» **TASK INSTRUCTIONS**:
For each line below that contains the word "sync", return that line.

» **EXTRACTED INFORMATION**:
package store

import (
	"context"
	"database/sql"
	"errors"
	"path/filepath"
	"strconv"
	"strings"
	"sync"
	"testing"
	"time"
)

func TestOpenTogether(t *testing.T) {
	for range 5 {
		path := filepath.Join(t.TempDir(), "ringbook.db")
		var all sync.WaitGroup
		for range 6 {
			all.Go(func() {
				lb, err := Open(t.Context(), path)
				if err != nil {
					t.Error(err)
					return
				}
				defer lb.Close()
				if _, err := lb.Add(t.Context(), example()); err != nil {
					t.Error(err)
				}
			})
		}
		all.Wait()
		lb, err := Open(t.Context(), path)
		if err != nil {
			t.Fatal(err)
		}
		if n := len(collect(t, lb, Scope{})); n != 6 {
			t.Errorf("%d trials, want 6", n)
		}
		lb.Close()
	}
}

func TestLockedTooLong(t *testing.T) {
	path := filepath.Join(t.TempDir(), "ringbook.db")
	lb, err := open(t.Context(), path, 50*time.Millisecond)
	if err != nil {
		t.Fatal(err)
	}
	defer lb.Close()
	other, err := sql.Open("sqlite", path)
	if err != nil {
		t.Fatal(err)
	}
	defer other.Close()
	conn, err := other.Conn(t.Context())
	if err != nil {
		t.Fatal(err)
	}
	defer conn.Close()
	if _, err := conn.ExecContext(t.Context(), "BEGIN IMMEDIATE"); err != nil {
		t.Fatal(err)
	}
	if _, err := lb.Add(t.Context(), example()); !errors.Is(err, ErrBusy) || !strings.Contains(err.Error(), "another program") {
		t.Errorf("Add while another writes: %v", err)
	}
	// With the whole ten seconds to wait, the end of the context ends the wait.
	patient, err := Open(t.Context(), path)
	if err != nil {
		t.Fatal(err)
	}
	defer patient.Close()
	ctx, cancel := context.WithTimeout(t.Context(), 50*time.Millisecond)
	defer cancel()
	start := time.Now()
	if _, err := patient.Add(ctx, example()); !errors.Is(err, context.DeadlineExceeded) || time.Since(start) > 5*time.Second {
		t.Errorf("Add with a deadline of 50 ms: %v after %v", err, time.Since(start))
	}
	if _, err := conn.ExecContext(t.Context(), "ROLLBACK"); err != nil {
		t.Fatal(err)
	}
	mustAdd(t, patient, example())
}

// TestTwoProgramsAtOnce has two processes, and two goroutines here, log to one file while another reads it.
func TestTwoProgramsAtOnce(t *testing.T) {
	path := filepath.Join(t.TempDir(), "ringbook.db")
	lb, err := Open(t.Context(), path)
	if err != nil {
		t.Fatal(err)
	}
	defer lb.Close()
	const each = 40
	var mu sync.Mutex
	ids := map[string]bool{}
	keep := func(id string) {
		mu.Lock()
		defer mu.Unlock()
		ids[id] = true
	}
	var writers, readers sync.WaitGroup
	for range 2 {
		writers.Go(func() {
			cmd, lines := startChild(t, path, strconv.Itoa(each))
			lines.Scan() // ready
			for lines.Scan() {
				keep(lines.Text())
			}
			if err := cmd.Wait(); err != nil {
				t.Error("a child failed:", err)
			}
		})
		writers.Go(func() {
			for range each {
				id, err := lb.Add(t.Context(), example())
				if err != nil {
					t.Error(err)
				}
				keep(id)
			}
		})
	}
	ctx, cancel := context.WithCancel(t.Context())
	readers.Go(func() {
		for last := 0; ctx.Err() == nil; {
			n := 0
			for _, err := range lb.Trials(ctx, Scope{}) {
				if err != nil {
					if !errors.Is(err, context.Canceled) {
						t.Error(err)
					}
					return
				}
				n++
			}
			if n < last {
				t.Errorf("a reader saw %d trials after %d", n, last)
			}
			last = n
		}
	})
	writers.Wait()
	cancel()
	readers.Wait()
	for _, trial := range collect(t, lb, Scope{}) {
		delete(ids, trial.ID)
	}
	if n := len(collect(t, lb, Scope{})); n != 4*each || len(ids) != 0 {
		t.Errorf("%d trials, want %d; lost: %v", n, 4*each, ids)
	}
}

» **OUTPUT**:
	"sync"
		var all sync.WaitGroup
	var mu sync.Mutex
	var writers, readers sync.WaitGroup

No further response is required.